# Assignment
Gather every line in the records below that contains the word "used".

---------- Records supplied ----------

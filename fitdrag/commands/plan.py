"""``fitdrag plan``: predict u(Cd) of a planned test before filming."""

from __future__ import annotations

import argparse
import json
import math
from pathlib import Path

from fitdrag.commands._options import (
    add_air_options,
    add_specimen_options,
    conditions_from_args,
    quantity,
    specimen_from_args,
)
from fitdrag.errors import InputError, OutputExistsError

NAME = "plan"

EXAMPLE = """\
Example (a synthetic 40 mm, 2.7 g ball at 8 m/s, 30°, filmed at 500 frames/s for 200
frames with 0.3 px tracking noise at 0.8 mm per pixel; how to reach u(Cd) = 0.0001?):
  fitdrag plan --mass 2.7g --diameter 40mm --cd 0.47 --speed 8 --angle 30 \\
      --fps 500 --frames 200 --pixel-noise 0.3 --scale 0.0008 --throws 3 \\
      --target 0.0001 --json plan.json

Example (one camera vs two cameras measuring in 3-D, a synthetic 65 mm, 24 g foam ball at
9 m/s, cameras 3 m away with a 900 px focal length; how far out of the board plane may the
flight go with one camera, for U(Cd) = 2 x 0.005?):
  fitdrag plan --mass 24g --diameter 65mm --cd 0.5 --speed 9 --angle 30 \\
      --fps 500 --frames 200 --pixel-noise 0.3 --distance 3m --focal-length 900 \\
      --diameter-noise 0.3 --pair-angle 20deg --target 0.005

Exit codes: 0 planned, 1 a bug (with a traceback), 2 bad arguments or input.
"""


def register(sub) -> argparse.ArgumentParser:
    p = sub.add_parser(
        NAME,
        help="predict the drag-coefficient uncertainty of a planned test",
        description="From the specimen, the expected launch, the camera (frame rate, frames "
        "in view) and the tracking noise, predict the standard uncertainty of Cd that a fit "
        "of N throws can reach (the Cramér-Rao bound from the Fisher information of the "
        "flight model), and how many throws or what frame rate reach a target.",
        epilog=EXAMPLE,
        formatter_class=argparse.RawDescriptionHelpFormatter,
    )
    add_specimen_options(p)
    add_air_options(p)
    g = p.add_argument_group("planned flight")
    g.add_argument("--cd", type=float, required=True, help="expected drag coefficient [-]")
    g.add_argument("--lift-coefficient", type=float, default=0.0, metavar="CL",
                   help="expected lift coefficient [-], positive lifts a ball moving in +x")  # fmt: skip
    g.add_argument("--fit-lift", action="store_true",
                   help="plan for a fit that also fits the lift coefficient")  # fmt: skip
    g.add_argument("--wind", type=quantity("m/s"), default=0.0, metavar="M/S",
                   help="constant horizontal wind along +x [m/s]")  # fmt: skip
    g.add_argument("--speed", type=quantity("m/s"), required=True, metavar="M/S",
                   help="expected launch speed [m/s]")  # fmt: skip
    g.add_argument("--angle", type=float, required=True, metavar="DEG",
                   help="expected launch angle above the horizontal [deg]")  # fmt: skip
    g.add_argument("--x0", type=quantity("m"), default=0.0, metavar="M", help="launch x [m]")
    g.add_argument("--y0", type=quantity("m"), default=0.0, metavar="M", help="launch y [m]")
    c = p.add_argument_group("camera and tracking noise")
    c.add_argument("--fps", type=float, required=True, metavar="HZ", help="frame rate [Hz]")
    c.add_argument("--frames", type=int, required=True, metavar="N",
                   help="frames in view per throw, from the launch on")  # fmt: skip
    n = c.add_mutually_exclusive_group(required=True)
    n.add_argument("--noise", type=quantity("m"), metavar="M",
                   help="position noise per coordinate [m]")  # fmt: skip
    n.add_argument("--pixel-noise", type=float, metavar="PX",
                   help="position noise in pixels (needs --scale)")  # fmt: skip
    c.add_argument("--scale", type=quantity("m"), metavar="M_PER_PX",
                   help="image scale [m per pixel], with --pixel-noise")  # fmt: skip
    v = p.add_argument_group(
        "cameras measuring in 3-D (with --distance: one camera vs two cameras, and the "
        "out-of-plane angle one camera measuring in the plane tolerates)"
    )
    v.add_argument("--distance", type=quantity("m"), metavar="M",
                   help="camera distance to the middle of the flight [m], e.g. 3m")  # fmt: skip
    f = v.add_mutually_exclusive_group()
    f.add_argument("--focal-length", type=float, metavar="PX", help="focal length [px]")
    f.add_argument("--field-of-view", type=quantity("deg"), metavar="DEG",
                   help="horizontal field of view [deg], instead of --focal-length")  # fmt: skip
    v.add_argument("--image-size", default="1280x800", metavar="WxH",
                   help="image width x height [px] (default 1280x800)")  # fmt: skip
    v.add_argument("--camera-angle", type=quantity("deg"), default=0.0, metavar="DEG",
                   help="angle of the single camera's line of sight to the board normal "
                   "[deg] (default 0, square-on)")  # fmt: skip
    v.add_argument("--pair-angle", type=quantity("deg"), default=20.0, metavar="DEG",
                   help="the two cameras look at ±DEG to the board normal [deg] (default 20, "
                   "40 deg apart)")  # fmt: skip
    v.add_argument(
        "--diameter-noise",
        type=float,
        metavar="PX",
        help="noise of the tracked apparent diameter [px] (default: --pixel-noise)",
    )
    v.add_argument("--readout-time", type=quantity("s"), default=0.0, metavar="S",
                   help="rolling-shutter readout time [s], e.g. 1ms (default 0, global "
                   "shutter)")  # fmt: skip
    c.add_argument("--noise-correlation", type=float, default=0.0, metavar="PHI",
                   help="lag-1 correlation of successive frames' position errors "
                   "(AR(1) noise; default 0, white)")  # fmt: skip
    t = p.add_argument_group("plan")
    t.add_argument("--throws", type=int, default=1, metavar="N",
                   help="number of throws sharing Cd (default 1)")  # fmt: skip
    t.add_argument("--target", type=float, metavar="U",
                   help="target standard uncertainty of Cd; the plan says how many throws "
                   "or what frame rate reach it")  # fmt: skip
    o = p.add_argument_group("output")
    o.add_argument("--json", metavar="OUT.json", help="write the plan as JSON")
    o.add_argument("--force", action="store_true", help="overwrite an existing output file")
    return p


def noise_from_args(args) -> float:
    """Position noise [m] from --noise, or --pixel-noise times --scale."""
    if args.noise is not None:
        if args.scale is not None:
            raise InputError("--scale: only used with --pixel-noise; drop it or use --pixel-noise.")
        return args.noise
    if args.scale is None:
        raise InputError(
            "--pixel-noise: needs --scale M_PER_PX (metres per pixel) to give the noise in metres."
        )
    for name, v in (("--pixel-noise", args.pixel_noise), ("--scale", args.scale)):
        if not math.isfinite(v) or v <= 0:
            raise InputError(f"{name}: must be > 0, got {v!r}.")
    return args.pixel_noise * args.scale


_CAMERA_ONLY = ("focal_length", "field_of_view", "diameter_noise")


def _image_size(text: str) -> tuple[int, int]:
    parts = text.lower().replace(" ", "").split("x")
    try:
        w, h = (int(p) for p in parts)
    except ValueError:
        w = h = 0
    if len(parts) != 2 or w < 16 or h < 16:
        raise InputError(
            f"--image-size: expected WIDTHxHEIGHT in whole pixels (at least 16 each), got "
            f"{text!r}; e.g. 1280x800."
        )
    return w, h


def run_cameras(args, out) -> int:
    """The 3-D plan: one camera vs two cameras (``--distance`` given)."""
    from fitdrag.fit.plan_views import focal_length_from_field_of_view, plan_views

    if args.pixel_noise is None:
        raise InputError(
            "--noise: with --distance the noise is in the image; give --pixel-noise PX instead."
        )
    if args.scale is not None:
        raise InputError(
            "--scale: not used with --distance (the scale follows from the distance and the "
            "focal length); drop it."
        )
    if args.focal_length is None and args.field_of_view is None:
        raise InputError(
            "--distance: needs the lens, --focal-length PX or --field-of-view DEG; e.g. "
            "--focal-length 900."
        )
    if args.fit_lift or args.lift_coefficient or args.wind:
        raise InputError(
            "--fit-lift, --lift-coefficient, --wind: the 3-D plan (--distance) covers drag "
            "only; drop them, or plan in the plane without --distance."
        )
    size = _image_size(args.image_size)
    if args.focal_length is not None:
        focal = args.focal_length
    else:
        focal = focal_length_from_field_of_view(args.field_of_view, size[0])
    diameter_noise = args.pixel_noise if args.diameter_noise is None else args.diameter_noise
    plan = plan_views(
        specimen_from_args(args), conditions_from_args(args), speed=args.speed,
        elevation=args.angle, fps=args.fps, frames=args.frames, distance=args.distance,
        focal_length=focal, pixel_noise=args.pixel_noise, diameter_noise=diameter_noise,
        camera_angle=args.camera_angle, pair_angle=args.pair_angle, image_size=size,
        readout_time=args.readout_time, throws=args.throws, drag_params=(args.cd,),
        ar1=args.noise_correlation, target=args.target,
    )  # fmt: skip
    print(plan.message)
    if out is not None:
        from fitdrag._files import write_text_atomic

        text = json.dumps(plan.to_dict(), indent=2, allow_nan=False)
        write_text_atomic(out, text + "\n", force=True)  # existence checked up front
        print(f"wrote {out}")
    return 0


def run(args) -> int:
    from fitdrag.fit.plan import plan_test
    from fitdrag.physics.simulate import Launch

    out = Path(args.json) if args.json else None
    if out is not None and out.exists() and not args.force:
        raise OutputExistsError(f"--json: {out} exists; pass --force to overwrite it.")
    if args.speed < 0:
        raise InputError(f"--speed: must be >= 0 m/s, got {args.speed!r}.")
    if args.cd < 0:
        raise InputError(f"--cd: must be >= 0, got {args.cd!r}.")
    if args.distance is not None:
        return run_cameras(args, out)
    for name in _CAMERA_ONLY:
        if getattr(args, name) is not None:
            flag = "--" + name.replace("_", "-")
            raise InputError(f"{flag}: only used with --distance (the 3-D plan); add --distance M.")
    noise = noise_from_args(args)
    specimen = specimen_from_args(args)
    conditions = conditions_from_args(args, wind=args.wind)
    launch = Launch.from_speed_angle(args.speed, args.angle, args.x0, args.y0)
    plan = plan_test(
        specimen, conditions, launch, fps=args.fps, frames=args.frames, noise=noise,
        throws=args.throws, drag_params=(args.cd,), lift_coefficient=args.lift_coefficient,
        fit_lift=args.fit_lift, ar1=args.noise_correlation, target=args.target,
    )  # fmt: skip
    print(plan.message[0].upper() + plan.message[1:])
    if out is not None:
        text = json.dumps(plan.to_dict(), indent=2, allow_nan=False)
        from fitdrag._files import write_text_atomic

        write_text_atomic(out, text + "\n", force=True)  # existence checked up front
        print(f"wrote {out}")
    return 0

----------

# Solution to this problem
            raise InputError("--scale: only used with --pixel-noise; drop it or use --pixel-noise.")
            "--scale: not used with --distance (the scale follows from the distance and the "
            raise InputError(f"{flag}: only used with --distance (the 3-D plan); add --distance M.")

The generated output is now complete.